• **TASK STATEMENT**: Reproduce every line in the material below that holds "addObservation".
DATA PROVIDED Start Marker
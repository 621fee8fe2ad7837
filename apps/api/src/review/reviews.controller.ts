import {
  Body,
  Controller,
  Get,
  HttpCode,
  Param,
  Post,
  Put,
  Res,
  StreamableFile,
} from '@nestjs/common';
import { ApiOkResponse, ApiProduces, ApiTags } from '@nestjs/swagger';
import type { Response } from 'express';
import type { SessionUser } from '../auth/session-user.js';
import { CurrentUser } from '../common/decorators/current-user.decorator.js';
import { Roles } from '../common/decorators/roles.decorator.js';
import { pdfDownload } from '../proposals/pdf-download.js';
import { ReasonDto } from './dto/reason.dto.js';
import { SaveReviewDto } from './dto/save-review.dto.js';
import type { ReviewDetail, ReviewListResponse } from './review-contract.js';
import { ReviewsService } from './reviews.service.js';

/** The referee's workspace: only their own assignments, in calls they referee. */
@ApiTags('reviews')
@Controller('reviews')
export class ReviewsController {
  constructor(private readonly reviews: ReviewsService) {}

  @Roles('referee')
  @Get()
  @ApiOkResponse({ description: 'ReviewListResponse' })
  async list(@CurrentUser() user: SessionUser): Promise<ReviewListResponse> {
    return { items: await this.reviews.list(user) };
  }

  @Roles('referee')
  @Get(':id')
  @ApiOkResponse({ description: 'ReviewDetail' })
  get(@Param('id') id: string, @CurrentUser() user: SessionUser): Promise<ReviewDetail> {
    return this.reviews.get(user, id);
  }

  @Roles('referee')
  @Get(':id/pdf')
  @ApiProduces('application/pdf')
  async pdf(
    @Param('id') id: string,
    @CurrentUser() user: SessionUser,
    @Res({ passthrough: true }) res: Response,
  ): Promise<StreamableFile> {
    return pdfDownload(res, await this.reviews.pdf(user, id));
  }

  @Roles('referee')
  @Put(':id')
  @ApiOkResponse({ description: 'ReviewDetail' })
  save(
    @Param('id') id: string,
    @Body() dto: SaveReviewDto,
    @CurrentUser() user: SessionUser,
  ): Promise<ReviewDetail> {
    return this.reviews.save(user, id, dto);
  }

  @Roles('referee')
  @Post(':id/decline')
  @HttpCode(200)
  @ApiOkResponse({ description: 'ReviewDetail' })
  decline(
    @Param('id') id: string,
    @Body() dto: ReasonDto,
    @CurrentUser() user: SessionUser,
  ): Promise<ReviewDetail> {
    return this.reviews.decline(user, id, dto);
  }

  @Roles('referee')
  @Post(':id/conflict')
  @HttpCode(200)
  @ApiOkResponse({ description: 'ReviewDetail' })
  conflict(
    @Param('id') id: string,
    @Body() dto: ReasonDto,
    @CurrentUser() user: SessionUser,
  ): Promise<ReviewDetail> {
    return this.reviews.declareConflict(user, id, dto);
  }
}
DATA PROVIDED End Marker
DATA PROVIDED Start Marker
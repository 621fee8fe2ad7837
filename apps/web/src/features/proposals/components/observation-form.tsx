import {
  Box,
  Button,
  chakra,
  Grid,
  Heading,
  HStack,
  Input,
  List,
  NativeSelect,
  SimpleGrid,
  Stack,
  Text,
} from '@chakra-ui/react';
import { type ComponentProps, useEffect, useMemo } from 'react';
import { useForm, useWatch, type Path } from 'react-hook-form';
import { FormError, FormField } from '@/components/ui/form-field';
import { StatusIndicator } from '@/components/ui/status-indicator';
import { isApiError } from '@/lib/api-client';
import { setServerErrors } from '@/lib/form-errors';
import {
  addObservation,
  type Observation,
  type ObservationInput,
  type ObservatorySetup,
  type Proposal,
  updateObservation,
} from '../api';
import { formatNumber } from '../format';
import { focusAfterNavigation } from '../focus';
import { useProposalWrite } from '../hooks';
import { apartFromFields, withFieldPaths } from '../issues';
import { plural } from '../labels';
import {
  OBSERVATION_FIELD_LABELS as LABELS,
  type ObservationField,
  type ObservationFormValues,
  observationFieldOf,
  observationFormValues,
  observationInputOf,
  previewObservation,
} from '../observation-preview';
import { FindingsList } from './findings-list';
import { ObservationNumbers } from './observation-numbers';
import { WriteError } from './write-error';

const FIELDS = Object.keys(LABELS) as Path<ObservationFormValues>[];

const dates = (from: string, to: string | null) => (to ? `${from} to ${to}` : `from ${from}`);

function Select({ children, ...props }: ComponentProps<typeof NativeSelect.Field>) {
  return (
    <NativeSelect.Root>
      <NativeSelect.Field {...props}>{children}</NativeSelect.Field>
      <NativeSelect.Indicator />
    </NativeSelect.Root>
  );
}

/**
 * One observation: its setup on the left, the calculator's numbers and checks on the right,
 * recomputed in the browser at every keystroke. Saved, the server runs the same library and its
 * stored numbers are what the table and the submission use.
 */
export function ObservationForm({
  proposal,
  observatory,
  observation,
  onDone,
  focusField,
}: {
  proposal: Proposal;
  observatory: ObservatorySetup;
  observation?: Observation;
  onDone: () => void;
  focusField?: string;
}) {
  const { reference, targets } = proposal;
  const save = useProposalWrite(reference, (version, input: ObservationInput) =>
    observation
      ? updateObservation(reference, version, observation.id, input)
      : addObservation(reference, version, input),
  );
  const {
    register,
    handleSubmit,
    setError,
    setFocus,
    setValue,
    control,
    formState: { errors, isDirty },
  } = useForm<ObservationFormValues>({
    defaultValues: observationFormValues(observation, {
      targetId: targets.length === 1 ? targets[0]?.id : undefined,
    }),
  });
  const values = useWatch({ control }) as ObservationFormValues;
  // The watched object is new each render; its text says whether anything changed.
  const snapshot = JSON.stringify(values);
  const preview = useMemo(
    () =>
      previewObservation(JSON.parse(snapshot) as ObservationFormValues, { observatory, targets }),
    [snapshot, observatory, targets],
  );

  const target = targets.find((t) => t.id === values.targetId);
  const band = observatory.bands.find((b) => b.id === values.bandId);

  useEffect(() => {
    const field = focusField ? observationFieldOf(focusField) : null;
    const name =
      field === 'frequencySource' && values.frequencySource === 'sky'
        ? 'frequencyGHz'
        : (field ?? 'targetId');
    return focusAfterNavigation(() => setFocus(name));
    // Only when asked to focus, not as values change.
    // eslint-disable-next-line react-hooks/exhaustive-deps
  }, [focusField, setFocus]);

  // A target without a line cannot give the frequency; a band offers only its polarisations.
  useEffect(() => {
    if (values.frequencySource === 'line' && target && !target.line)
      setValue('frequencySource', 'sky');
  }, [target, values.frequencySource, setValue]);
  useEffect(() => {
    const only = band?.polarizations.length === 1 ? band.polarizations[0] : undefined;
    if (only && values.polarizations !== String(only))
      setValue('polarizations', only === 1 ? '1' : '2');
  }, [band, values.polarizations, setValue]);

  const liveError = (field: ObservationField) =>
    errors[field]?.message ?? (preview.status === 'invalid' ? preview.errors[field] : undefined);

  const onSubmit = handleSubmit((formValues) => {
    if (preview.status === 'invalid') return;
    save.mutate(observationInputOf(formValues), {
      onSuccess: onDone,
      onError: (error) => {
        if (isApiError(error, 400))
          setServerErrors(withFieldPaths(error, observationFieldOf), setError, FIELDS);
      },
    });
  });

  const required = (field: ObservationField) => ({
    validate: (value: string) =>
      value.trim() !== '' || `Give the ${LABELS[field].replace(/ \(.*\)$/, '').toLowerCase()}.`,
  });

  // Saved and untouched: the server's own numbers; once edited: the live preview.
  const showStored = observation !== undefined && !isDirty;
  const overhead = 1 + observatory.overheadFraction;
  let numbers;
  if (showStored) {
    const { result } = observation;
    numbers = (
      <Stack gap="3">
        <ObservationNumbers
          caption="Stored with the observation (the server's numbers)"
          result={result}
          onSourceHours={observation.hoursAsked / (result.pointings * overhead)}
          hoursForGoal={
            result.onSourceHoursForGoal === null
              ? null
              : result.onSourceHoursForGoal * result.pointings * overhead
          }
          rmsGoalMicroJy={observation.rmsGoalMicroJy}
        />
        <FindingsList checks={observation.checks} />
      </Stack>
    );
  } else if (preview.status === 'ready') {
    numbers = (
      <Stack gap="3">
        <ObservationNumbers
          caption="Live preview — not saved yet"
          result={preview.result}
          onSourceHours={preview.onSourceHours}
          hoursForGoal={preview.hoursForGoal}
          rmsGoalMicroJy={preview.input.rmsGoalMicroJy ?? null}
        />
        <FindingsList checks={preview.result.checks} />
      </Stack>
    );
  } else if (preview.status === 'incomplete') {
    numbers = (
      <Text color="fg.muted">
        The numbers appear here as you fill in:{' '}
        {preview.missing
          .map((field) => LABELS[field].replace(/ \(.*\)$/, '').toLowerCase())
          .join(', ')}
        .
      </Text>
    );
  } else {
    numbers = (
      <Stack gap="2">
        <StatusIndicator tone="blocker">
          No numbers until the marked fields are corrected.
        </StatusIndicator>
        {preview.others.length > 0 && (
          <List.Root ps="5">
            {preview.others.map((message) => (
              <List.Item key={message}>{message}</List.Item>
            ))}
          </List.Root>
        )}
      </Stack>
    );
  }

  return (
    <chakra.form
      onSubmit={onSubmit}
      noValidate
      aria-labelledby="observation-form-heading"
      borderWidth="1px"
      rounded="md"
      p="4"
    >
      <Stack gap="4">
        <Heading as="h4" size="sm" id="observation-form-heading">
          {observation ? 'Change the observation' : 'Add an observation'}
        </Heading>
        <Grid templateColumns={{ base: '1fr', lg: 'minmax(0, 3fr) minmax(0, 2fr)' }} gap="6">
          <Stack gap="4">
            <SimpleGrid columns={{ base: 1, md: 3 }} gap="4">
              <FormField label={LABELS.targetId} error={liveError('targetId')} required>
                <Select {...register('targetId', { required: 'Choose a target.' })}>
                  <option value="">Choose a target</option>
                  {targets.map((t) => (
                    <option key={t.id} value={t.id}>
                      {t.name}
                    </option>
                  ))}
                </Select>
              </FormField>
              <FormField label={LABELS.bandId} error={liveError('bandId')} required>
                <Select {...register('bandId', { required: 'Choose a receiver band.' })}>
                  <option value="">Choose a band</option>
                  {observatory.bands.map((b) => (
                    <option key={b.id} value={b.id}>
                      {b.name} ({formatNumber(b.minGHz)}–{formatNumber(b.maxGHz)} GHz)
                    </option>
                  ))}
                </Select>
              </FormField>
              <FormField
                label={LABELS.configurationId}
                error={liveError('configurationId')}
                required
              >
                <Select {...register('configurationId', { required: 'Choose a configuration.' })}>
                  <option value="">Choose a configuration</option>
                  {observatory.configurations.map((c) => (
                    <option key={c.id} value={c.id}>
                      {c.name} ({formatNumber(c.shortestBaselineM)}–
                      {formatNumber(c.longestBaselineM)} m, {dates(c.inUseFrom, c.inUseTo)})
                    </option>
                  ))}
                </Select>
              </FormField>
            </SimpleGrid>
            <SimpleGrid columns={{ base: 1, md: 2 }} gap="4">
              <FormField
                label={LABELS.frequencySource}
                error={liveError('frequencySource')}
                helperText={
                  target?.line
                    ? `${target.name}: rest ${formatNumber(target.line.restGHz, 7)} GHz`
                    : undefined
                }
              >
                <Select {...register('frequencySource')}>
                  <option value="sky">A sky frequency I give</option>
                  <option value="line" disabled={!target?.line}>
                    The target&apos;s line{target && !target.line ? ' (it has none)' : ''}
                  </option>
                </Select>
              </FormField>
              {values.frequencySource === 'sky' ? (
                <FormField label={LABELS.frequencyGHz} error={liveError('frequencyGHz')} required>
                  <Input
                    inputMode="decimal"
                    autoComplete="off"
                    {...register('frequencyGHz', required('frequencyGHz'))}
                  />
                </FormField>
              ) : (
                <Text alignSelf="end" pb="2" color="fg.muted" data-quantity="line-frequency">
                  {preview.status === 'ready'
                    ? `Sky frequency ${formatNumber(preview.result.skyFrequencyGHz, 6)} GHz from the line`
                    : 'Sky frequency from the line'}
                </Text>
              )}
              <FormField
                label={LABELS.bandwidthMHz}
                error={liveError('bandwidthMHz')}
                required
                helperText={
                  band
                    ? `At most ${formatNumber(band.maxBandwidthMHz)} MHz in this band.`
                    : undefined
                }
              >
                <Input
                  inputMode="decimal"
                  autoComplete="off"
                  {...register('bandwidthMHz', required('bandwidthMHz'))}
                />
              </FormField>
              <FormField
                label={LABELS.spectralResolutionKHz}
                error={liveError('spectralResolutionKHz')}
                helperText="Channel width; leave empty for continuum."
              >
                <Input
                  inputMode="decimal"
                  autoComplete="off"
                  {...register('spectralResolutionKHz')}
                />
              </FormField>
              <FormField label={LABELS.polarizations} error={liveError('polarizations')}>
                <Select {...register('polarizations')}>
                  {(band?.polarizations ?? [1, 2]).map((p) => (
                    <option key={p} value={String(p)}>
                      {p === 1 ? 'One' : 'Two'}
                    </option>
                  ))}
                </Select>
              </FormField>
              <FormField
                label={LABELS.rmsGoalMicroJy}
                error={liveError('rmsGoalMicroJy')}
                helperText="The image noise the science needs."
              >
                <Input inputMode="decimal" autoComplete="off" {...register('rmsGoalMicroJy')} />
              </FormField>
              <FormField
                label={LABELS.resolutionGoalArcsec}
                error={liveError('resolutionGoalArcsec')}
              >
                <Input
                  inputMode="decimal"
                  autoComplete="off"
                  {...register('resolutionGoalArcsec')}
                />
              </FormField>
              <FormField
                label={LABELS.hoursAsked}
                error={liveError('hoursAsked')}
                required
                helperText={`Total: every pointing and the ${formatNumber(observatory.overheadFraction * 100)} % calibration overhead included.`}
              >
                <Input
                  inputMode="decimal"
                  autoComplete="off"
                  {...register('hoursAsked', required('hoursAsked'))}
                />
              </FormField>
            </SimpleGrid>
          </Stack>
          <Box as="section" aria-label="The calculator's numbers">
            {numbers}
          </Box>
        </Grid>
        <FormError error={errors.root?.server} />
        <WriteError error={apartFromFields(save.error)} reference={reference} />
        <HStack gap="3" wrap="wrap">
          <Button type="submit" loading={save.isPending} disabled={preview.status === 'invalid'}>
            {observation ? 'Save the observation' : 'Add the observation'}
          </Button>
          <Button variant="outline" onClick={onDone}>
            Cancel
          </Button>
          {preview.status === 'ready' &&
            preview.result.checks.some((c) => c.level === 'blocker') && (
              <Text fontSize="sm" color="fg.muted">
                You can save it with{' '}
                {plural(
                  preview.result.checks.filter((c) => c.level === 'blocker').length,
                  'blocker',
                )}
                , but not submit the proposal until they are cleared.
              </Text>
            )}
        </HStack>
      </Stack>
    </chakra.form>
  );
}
DATA PROVIDED End Marker
DATA PROVIDED Start Marker
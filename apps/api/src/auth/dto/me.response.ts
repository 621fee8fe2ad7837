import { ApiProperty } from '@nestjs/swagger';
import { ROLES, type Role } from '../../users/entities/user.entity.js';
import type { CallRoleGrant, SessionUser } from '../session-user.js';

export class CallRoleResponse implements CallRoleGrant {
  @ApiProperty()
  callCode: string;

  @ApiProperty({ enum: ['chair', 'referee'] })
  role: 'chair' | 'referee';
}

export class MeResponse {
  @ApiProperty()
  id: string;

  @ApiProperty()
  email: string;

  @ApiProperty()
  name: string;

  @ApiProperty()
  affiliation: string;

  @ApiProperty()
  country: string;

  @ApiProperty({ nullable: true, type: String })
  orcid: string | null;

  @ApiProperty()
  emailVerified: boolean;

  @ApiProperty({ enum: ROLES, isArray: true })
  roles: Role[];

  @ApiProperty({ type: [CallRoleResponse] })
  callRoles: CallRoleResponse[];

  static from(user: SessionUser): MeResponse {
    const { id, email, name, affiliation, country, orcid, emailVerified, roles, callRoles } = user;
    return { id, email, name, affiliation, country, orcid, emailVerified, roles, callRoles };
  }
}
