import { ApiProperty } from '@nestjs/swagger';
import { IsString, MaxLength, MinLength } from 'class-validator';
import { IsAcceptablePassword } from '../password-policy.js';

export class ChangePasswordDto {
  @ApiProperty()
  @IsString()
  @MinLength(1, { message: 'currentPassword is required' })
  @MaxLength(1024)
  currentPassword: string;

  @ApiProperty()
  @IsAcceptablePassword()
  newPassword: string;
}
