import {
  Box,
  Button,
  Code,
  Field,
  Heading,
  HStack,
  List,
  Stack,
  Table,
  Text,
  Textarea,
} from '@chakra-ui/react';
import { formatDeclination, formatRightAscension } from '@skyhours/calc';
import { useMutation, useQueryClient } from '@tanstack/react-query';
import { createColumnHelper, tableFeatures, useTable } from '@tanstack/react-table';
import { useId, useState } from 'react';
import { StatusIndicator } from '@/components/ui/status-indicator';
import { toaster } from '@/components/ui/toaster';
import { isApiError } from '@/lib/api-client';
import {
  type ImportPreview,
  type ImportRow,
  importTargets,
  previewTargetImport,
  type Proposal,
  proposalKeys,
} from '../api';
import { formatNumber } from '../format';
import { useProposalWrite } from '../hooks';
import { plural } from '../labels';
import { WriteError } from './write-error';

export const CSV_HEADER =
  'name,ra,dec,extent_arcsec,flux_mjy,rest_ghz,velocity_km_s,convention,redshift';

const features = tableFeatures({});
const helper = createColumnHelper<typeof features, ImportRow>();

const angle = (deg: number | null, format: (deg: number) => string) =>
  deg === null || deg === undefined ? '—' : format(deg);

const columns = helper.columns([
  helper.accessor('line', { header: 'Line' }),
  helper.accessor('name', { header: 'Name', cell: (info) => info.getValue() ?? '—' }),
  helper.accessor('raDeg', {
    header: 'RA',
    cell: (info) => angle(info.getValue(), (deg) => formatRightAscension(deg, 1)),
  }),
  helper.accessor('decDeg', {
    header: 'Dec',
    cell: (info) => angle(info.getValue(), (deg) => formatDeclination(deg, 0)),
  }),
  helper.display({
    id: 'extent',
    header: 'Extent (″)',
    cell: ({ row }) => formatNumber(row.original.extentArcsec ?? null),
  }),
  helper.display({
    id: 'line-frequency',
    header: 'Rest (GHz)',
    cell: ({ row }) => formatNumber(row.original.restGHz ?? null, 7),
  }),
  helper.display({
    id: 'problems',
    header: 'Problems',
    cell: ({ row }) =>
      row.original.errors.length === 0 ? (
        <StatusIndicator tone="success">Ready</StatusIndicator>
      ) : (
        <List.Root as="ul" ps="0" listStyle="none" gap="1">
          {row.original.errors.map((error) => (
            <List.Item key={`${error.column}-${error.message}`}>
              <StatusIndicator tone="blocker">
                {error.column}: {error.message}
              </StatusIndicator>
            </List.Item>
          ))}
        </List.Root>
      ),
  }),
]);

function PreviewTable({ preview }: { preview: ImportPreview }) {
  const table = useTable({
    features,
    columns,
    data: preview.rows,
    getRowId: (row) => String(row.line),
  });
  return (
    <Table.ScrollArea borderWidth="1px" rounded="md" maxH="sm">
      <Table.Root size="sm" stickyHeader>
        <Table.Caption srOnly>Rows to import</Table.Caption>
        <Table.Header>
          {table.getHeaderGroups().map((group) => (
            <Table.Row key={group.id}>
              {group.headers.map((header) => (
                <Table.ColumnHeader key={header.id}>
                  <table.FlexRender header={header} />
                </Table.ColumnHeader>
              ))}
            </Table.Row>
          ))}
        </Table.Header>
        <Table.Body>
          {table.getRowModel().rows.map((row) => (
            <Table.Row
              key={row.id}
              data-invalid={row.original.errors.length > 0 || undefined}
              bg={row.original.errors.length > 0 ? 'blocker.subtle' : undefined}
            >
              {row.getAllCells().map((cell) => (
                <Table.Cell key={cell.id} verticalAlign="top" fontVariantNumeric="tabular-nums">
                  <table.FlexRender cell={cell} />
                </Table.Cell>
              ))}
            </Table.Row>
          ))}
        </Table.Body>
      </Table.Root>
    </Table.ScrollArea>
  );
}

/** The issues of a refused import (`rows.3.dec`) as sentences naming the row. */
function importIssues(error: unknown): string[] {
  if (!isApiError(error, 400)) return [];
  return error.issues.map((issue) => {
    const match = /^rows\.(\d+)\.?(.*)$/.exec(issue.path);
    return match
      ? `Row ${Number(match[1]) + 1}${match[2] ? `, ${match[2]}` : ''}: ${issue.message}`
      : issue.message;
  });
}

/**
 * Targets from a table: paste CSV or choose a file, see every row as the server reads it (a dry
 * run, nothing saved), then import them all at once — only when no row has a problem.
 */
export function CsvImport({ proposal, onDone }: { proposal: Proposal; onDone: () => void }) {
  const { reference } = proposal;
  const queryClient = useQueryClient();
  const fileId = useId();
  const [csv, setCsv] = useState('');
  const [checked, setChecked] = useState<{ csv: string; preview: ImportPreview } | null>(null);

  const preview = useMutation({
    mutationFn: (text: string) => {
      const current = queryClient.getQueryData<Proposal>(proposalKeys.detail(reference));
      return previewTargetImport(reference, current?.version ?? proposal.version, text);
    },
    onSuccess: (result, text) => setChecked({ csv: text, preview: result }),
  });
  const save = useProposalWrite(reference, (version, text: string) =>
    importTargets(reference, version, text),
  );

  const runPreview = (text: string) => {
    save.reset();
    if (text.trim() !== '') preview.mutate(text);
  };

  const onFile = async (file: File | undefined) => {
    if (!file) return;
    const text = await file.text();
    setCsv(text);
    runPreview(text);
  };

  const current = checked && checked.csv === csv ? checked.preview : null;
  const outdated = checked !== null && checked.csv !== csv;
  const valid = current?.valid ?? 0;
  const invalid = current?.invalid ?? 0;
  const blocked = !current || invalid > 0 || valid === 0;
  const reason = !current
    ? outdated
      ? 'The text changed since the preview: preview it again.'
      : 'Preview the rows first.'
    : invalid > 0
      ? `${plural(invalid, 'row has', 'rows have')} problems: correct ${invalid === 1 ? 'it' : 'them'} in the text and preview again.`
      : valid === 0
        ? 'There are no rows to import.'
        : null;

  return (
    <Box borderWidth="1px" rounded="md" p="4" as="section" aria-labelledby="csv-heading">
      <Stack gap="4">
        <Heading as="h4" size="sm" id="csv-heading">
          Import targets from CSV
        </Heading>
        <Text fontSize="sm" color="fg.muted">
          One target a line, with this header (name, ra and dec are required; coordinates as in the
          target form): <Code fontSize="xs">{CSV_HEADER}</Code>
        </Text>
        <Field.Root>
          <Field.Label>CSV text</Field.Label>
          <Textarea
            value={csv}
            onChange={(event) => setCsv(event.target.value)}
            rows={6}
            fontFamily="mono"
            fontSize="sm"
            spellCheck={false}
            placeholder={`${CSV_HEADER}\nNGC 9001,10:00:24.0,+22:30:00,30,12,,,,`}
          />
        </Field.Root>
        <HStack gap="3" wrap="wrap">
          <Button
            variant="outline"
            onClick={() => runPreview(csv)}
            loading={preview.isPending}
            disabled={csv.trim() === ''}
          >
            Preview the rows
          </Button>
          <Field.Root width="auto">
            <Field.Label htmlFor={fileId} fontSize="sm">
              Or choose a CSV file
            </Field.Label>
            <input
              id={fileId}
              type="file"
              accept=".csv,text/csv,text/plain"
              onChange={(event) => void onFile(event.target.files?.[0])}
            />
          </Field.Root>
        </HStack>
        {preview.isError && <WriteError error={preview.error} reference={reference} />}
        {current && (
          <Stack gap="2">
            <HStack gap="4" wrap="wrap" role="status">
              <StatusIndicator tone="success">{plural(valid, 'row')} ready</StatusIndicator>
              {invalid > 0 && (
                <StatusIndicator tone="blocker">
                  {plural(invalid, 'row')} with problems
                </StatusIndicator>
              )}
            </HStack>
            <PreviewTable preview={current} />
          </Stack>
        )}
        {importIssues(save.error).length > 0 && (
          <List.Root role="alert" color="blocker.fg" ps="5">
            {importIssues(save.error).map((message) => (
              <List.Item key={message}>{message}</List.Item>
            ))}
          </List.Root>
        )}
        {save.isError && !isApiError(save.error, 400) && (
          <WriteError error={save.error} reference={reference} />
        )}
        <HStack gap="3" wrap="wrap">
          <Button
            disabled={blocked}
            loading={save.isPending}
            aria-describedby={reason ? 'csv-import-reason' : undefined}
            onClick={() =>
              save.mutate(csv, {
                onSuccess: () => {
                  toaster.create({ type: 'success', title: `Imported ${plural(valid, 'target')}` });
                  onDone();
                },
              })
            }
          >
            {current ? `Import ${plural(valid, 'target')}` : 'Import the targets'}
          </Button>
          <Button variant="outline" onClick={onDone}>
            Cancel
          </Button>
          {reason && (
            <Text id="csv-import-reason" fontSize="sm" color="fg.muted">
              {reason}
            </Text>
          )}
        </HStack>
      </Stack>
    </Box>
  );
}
DATA PROVIDED End Marker
• **OUTPUT OF THE EXERCISE**:
  addObservation,
      : addObservation(reference, version, input),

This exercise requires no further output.